David S. Ebert [+] - James M. Kukla [+] - Christopher D. Shaw [+] - Amen Zwa [+] - Ian Soboroff [+] - D. Aaron Roberts [+]
This paper describes a new technique for the multi-dimensional visualization of data through automatic procedural generation of glyph shapes based on mathematical functions. Our glyph-based Stereoscopic Field Analyzer (SFA) system [2] allows the visualization of both regular and irregular grids of volumetric data. SFA uses a glyph's location, 3D size, color and opacity to encode up to 8 attributes of scalar data per glyph. We have extended SFA's capabilities to explore shape variation as a visualization attribute.
Because of the need for meaningful glyph design and the complexity of the problem, we opted for a procedural approach, which allows flexibility, data abstraction, and freedom from specification of detailed shapes [3]. Superquadrics, first introduced to computer graphics by Barr [1], are a natural choice to satisfy our goal of automatic and comprehensible mapping of data to shape. For our initial implementation we have chosen superellipses.

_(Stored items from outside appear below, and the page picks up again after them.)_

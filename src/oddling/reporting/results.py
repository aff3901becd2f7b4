"""Per-file results and their files: the scores CSV (sorted, every input accounted for) and the JSON summary."""
from __future__ import annotations

import math
from dataclasses import dataclass, field

from oddling.data.csv_cells import csv_field, csv_text
from oddling.embedding.runner import OK
from oddling.numbers import json_number  # noqa: F401  (re-exported: its home is oddling.numbers)

SCORE_COLUMNS = ["path", "score", "p_value", "flagged", "nearest", "nearest_distance", "health", "status"]


@dataclass
class ScoreRow:
    path: str
    status: str
    sha256: str | None = None
    score: float | None = None
    p_value: float | None = None
    flagged: bool | None = None
    nearest: list[str] = field(default_factory=list)          # nearest references, nearest first
    nearest_distances: list[float] = field(default_factory=list)
    health: str = ""             # "ok" or the image statistics out of the references' range
    note: str = ""               # about an ok file, e.g. "first of 3 frames"; status stays "ok"
    label: int | None = None     # evaluate only: 1 anomalous, 0 normal
    kind: str | None = None      # evaluate only: anomaly kind (subfolder name) or "normal"
    anomaly_grid: object = None  # local mode: (G, G) nearest-patch distances; see ScoreResult.anomaly_map
    above_all: int | None = None  # N when the score is above all N calibration scores (p at its floor)

    @property
    def remarks(self) -> str:
        """What the status column adds to "ok": the frame note, and that the p-value is at its floor
        (it cannot go lower with this bank, so only the score still ranks such images)."""
        parts = [self.note] if self.note else []
        if self.above_all is not None:
            parts.append(f"above all {self.above_all} calibration scores")
        return "; ".join(parts)


def sort_rows(rows: list[ScoreRow]) -> list[ScoreRow]:
    """Highest score first (ties by path); files without a score last, by path."""
    scored = sorted((r for r in rows if r.score is not None), key=lambda r: (-r.score, r.path))
    unscored = sorted((r for r in rows if r.score is None), key=lambda r: r.path)
    return scored + unscored


def _num(value: float | None, digits: int = 6) -> str:
    if value is None or (isinstance(value, float) and math.isnan(value)):
        return ""
    return f"{value:.{digits}f}"


def rows_to_csv(rows: list[ScoreRow], with_labels: bool = False) -> str:
    """The scores CSV: one line per row ending in "\\n", cells quoted as csv_field says."""
    columns = SCORE_COLUMNS + (["label", "kind"] if with_labels else [])
    lines = [columns]
    for r in rows:
        line = [
            csv_text(r.path),
            _num(r.score),
            _num(r.p_value),
            "" if r.flagged is None else ("true" if r.flagged else "false"),
            csv_text(r.nearest[0]) if r.nearest else "",
            _num(r.nearest_distances[0]) if r.nearest_distances else "",
            csv_text(r.health),
            csv_text(f"{r.status} ({r.remarks})" if r.remarks else r.status),
        ]
        if with_labels:
            line += ["" if r.label is None else ("anomalous" if r.label else "normal"), csv_text(r.kind or "")]
        lines.append(line)
    return "".join(",".join(csv_field(cell) for cell in line) + "\n" for line in lines)


def count_ok(rows: list[ScoreRow]) -> int:
    return sum(r.status == OK for r in rows)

We parameterize superquadrics to allow continuous control over the ``roundness'' or ``pointiness'' of the shape in the two major planes which intersect to form the shape, allowing a very simple, intuitive, abstract schema of shape specification. (Figure 1).

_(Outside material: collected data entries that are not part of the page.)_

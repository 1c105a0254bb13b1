//! loopbal's shell: the command line, the HTTP service, storage and scheduling around the
//! `reconcile` engine. The binary (`main.rs`) is a thin edge over this library, so benchmarks
//! and tests can start the service in-process.

use std::fmt;

// Layers, each using only those below it: `serve` and `demo` start `api` and `schedule`, both
// of which stand on `service` (state, ingestion) and the pure `period_run` and `run_limit`;
// `revisions`, `ingest` and `store` are below those. Nothing below `api` names it.
pub mod api;
pub mod claimant;
pub mod cli;
pub mod csv_out;
pub mod demo;
pub mod flowsheet;
pub mod health;
pub mod ingest;
pub mod meter_value;
pub mod metrics;
pub mod model_file;
pub mod out_of_service;
pub mod period_run;
pub mod readings;
pub mod results;
pub mod revisions;
pub mod run;
pub mod run_limit;
pub mod schedule;
pub mod serve;
pub mod service;
pub mod store;
pub mod summary;
#[cfg(test)]
mod test_plants;
pub mod what_if;

/// The user's input is at fault (exit status 2). Each line names the file and the line or
/// item; anything else that stops a command is a failed run (exit status 1).
#[derive(Debug)]
pub struct BadInput(Vec<String>);

/// Longest line of a [`BadInput`] message, in characters.
const MAX_LINE_CHARS: usize = 1_000;
/// Most lines of a [`BadInput`] message.
const MAX_LINES: usize = 120;

impl BadInput {
    pub fn new(line: String) -> BadInput {
        BadInput::lines(vec![line])
    }

    /// The last guard on what reaches a terminal: each line escaped and cut as
    /// reconcile::text::clip does, and a message of many lines cut to its first ones and its
    /// last (the count), so no input makes the message long.
    pub fn lines(lines: Vec<String>) -> BadInput {
        let clip = |l: &String| reconcile::text::clip(l, MAX_LINE_CHARS);
        if lines.len() <= MAX_LINES {
            return BadInput(lines.iter().map(clip).collect());
        }
        let mut kept: Vec<String> = lines[..MAX_LINES - 2].iter().map(clip).collect();
        kept.push(format!(
            "… and {} more line(s)",
            lines.len() - MAX_LINES + 1
        ));
        kept.extend(lines.last().map(clip));
        BadInput(kept)
    }
}

impl fmt::Display for BadInput {
    fn fmt(&self, f: &mut fmt::Formatter<'_>) -> fmt::Result {
        f.write_str(&self.0.join("\n"))
    }
}

impl std::error::Error for BadInput {}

Figure 1: Example superquadric shapes created by varying each exponent
from 0 to 4.
Glyph shape is a valuable visualization component because of the human visual system's pre-attentive ability to discern shape. Shapes can be distinguished at the pre-attentive stage [4] using curvature information of the 2D silhouette contour and, for 3D objects, curvature information from surface shading. Unlike an arbitrary collection of icons, curvature has a visual order, since a surface of higher curvature looks more jagged than a surface of low curvature. Therefore, generating glyph shapes by maintaining control of their curvature will maintain a visual order. This allows us to generate a range of glyphs which interpolate between extremes of curvature, thereby allowing the user to read scalar values from the glyph's shape. Pre-attentive shape recognition allows quick analysis of shapes and provides useful dimensions for comprehensible visualization.
Since size and spatial location are more significant cues than shape, the importance mapping of data values should be done in a corresponding order. In our experience, shape is very useful for local area comparisons among glyphs: seeing local patterns, rates of change, outliers, anomalies.

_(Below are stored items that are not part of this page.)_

/// An inert that partly leaves with the liquid product needs a smaller purge. Hand balance (the module header, with a share r of the argon reaching
/// the separator leaving in the product): argon at the reactor inlet n_I satisfies
/// n_I = f_I + (1 − φ)(1 − r) n_I, so n_I = f_I / (1 − (1 − φ)(1 − r)), below f_I / φ. With
/// the purge closed the argon would all leave with the product, but N2 and H2, fed in exact
/// proportion, could leave only by reaction: nothing fixes how much circulates, and the
/// what-if says so.
#[test]
fn an_inert_leaving_partly_with_the_product_needs_a_smaller_purge() {
    let plant = with_argon_in_the_product();
    let r = 0.25;
    let mut specs = DESIGN.specs();
    specs.push(reconcile::simulate::Spec::Recovery {
        stream: "product".into(),
        component: "Ar".into(),
        value: r,
    });
    let z = steady_state(&plant, &specs).unwrap();
    let a = analyse(&plant, values(&plant, &z, None));
    assert!(matches!(
        a.report.status,
        ReportStatus::Solved | ReportStatus::Unobservable
    ));
    let w = whatif::what_if(&plant, &a, &set(&[("split:purge", 0.0)])).unwrap();
    // The base case's argon split at the separator is held.
    assert!(
        w.holds
            .iter()
            .any(|h| h.contains("split of \"Ar\" to stream \"product\"")),
        "{:?}",
        w.holds
    );
    assert_eq!(w.points[0].status, PointStatus::NoSteadyState);
    let reason = w.points[0].reason.as_deref().unwrap();
    assert!(
        reason.contains("stoichiometric proportion") && !reason.contains("\"Ar\""),
        "{reason}"
    );
    let f_i = DESIGN.inert_fraction * DESIGN.feed * MOL_S;
    for phi in [0.01, 0.02, 0.05] {
        let w = whatif::what_if(&plant, &a, &set(&[("split:purge", phi)])).unwrap();
        let n_i = f_i / (1.0 - (1.0 - phi) * (1.0 - r));
        let got = w.points[0]
            .streams
            .iter()
            .find(|s| s.id == "conv-in")
            .unwrap()
            .component_flows["Ar"]
            .unwrap();
        close(&format!("argon at the inlet, φ = {phi}"), got, n_i, 1e-8);
        assert!(got < f_i / phi, "less argon than with none in the product");
        let (ar_in, _) = figure(&w, 0, "inert_in", "Ar");
        let (ar_out, _) = figure(&w, 0, "inert_out", "Ar");
        close("argon in = out (purge and product)", ar_out, ar_in, 1e-10);
    }
}

/// A reactant fed beyond stoichiometry behaves like an inert: with hydrogen fed 5 % above
/// N2:H2 = 1:3 and the purge closed, the hydrogen has no way out, and the reason says it is
/// fed beyond what the nitrogen can take.
#[test]
fn a_reactant_fed_beyond_stoichiometry_needs_the_purge() {
    let plant = parse_plant(PURGE_DESIGN).unwrap();
    let mut specs = DESIGN.specs();
    for s in specs.iter_mut() {
        if let reconcile::simulate::Spec::ComponentFlow {
            component, value, ..
        } = s
        {
            if component == "H2" {
                *value *= 1.05;
            }
        }
    }
    let z = steady_state(&plant, &specs).unwrap();
    let a = analyse(&plant, values(&plant, &z, None));
    // Argon out of the way (set its feed to zero is not a setting): the reason names both.
    let w = whatif::what_if(&plant, &a, &set(&[("split:purge", 0.0)])).unwrap();
    let reason = w.points[0].reason.as_deref().unwrap();
    assert!(
        reason.contains("\"H2\" accumulates") && reason.contains("beyond"),
        "{reason}"
    );
    assert!(reason.contains("\"Ar\" accumulates"), "{reason}");
    // With the purge open the excess hydrogen leaves by it: in − consumed = purged.
    let w = whatif::what_if(&plant, &a, &set(&[("split:purge", 0.03)])).unwrap();
    let feed_h2 = w.points[0]
        .streams
        .iter()
        .find(|s| s.id == "feed")
        .unwrap()
        .component_flows["H2"]
        .unwrap();
    let feed_n2 = w.points[0]
        .streams
        .iter()
        .find(|s| s.id == "feed")
        .unwrap()
        .component_flows["N2"]
        .unwrap();
    let purged_h2 = figure(&w, 0, "reactant_lost_in_purge", "purge:H2").0;
    let purged_n2 = figure(&w, 0, "reactant_lost_in_purge", "purge:N2").0;
    // ξ = f_N − purged N2; H2 consumed 3ξ.
    close(
        "H2 balance",
        feed_h2 - 3.0 * (feed_n2 - purged_n2),
        purged_h2,
        1e-8,
    );
}

/// Mass closes at every point of a sweep on the Vantle Cross loop (two reactions, two
/// separators held at their component splits): every balance of the model to 1e-9 of the
/// largest flow, and the total mass in equals the mass out.
#[test]
fn mass_closes_at_every_point_of_a_sweep_on_the_vantle_loop() {
    let plant = parse_plant(VANTLE).unwrap();
    let layout = Layout::new(&plant);
    let z = testkit::vantle_true_state(&plant, &layout, &testkit::VantleConditions::default());
    let mut rng = ChaCha8Rng::seed_from_u64(7);
    let a = analyse(&plant, values(&plant, &z, Some(&mut rng)));
    let request = Request {
        sweep: Some(Sweep::parse("split:purge=0.01..0.12:12").unwrap()),
        ..Request::default()
    };
    let w = whatif::what_if(&plant, &a, &request).unwrap();
    for p in &w.points {
        assert_eq!(p.status, PointStatus::Solved, "{:?}", p.reason);
        let mass = |to_outside: bool| -> f64 {
            p.streams
                .iter()
                .filter(|s| {
                    if to_outside {
                        s.to == "outside"
                    } else {
                        s.from == "outside"
                    }
                })
                .map(|s| s.mass_flow.unwrap())
                .sum()
        };
        close("mass in = out", mass(true), mass(false), 1e-10);
        for f in p
            .figures
            .iter()
            .filter(|f| f.name == "single_pass_conversion")
        {
            let base = a
                .report
                .figures
                .iter()
                .find(|b| b.name == f.name && b.subject == f.subject)
                .unwrap();
            close(
                "conversion held",
                f.value.unwrap(),
                base.value.unwrap(),
                1e-9,
            );
        }
    }
}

Figure 2 shows a visualization of document similarities generated with the Telltale system [5]. Each glyph in figure 2 represents a document in the corpus, and the document's X, Y, and Z position, color and shape each represent the similarity of the document to one of the 5 themes. Document similarity to gold prices, foreign exchange, and federal reserve are respectively mapped to the X, Y, and Z axes. Most documents lack similarity with these themes, so are clustered near the origin.
Figure 2: Three-dimensional visualization of 1833 documents'
relationship to gold prices, foreign exchange, the federal
reserve, stock prices, and Manuel Noriega.
The branch of 9 documents to the lower right are documents in the corpus that discuss both gold prices and foreign exchange. The vertical branch depicts about 27 documents that discuss both foreign exchange and the federal reserve.
Similarity to stock prices is mapped to glyph shape, with highest similarity creating cuboids, then spheres, diamonds, and stars (lowest). In figure 2 the larger, rounder shapes along the left vertical branch exhibit some significant relationship to stock prices while the more numerous star-shaped glyphs do not. Clearly the vertical branch contains articles relating foreign exchange, federal reserve and stock prices, while the lower right branch discusses only gold prices and foreign exchange.
These shapes allow the intuitive understanding of data variation among glyphs while preserving the global data patterns. We have shown the value of these techniques for both multi-dimensional information and scientific visualization.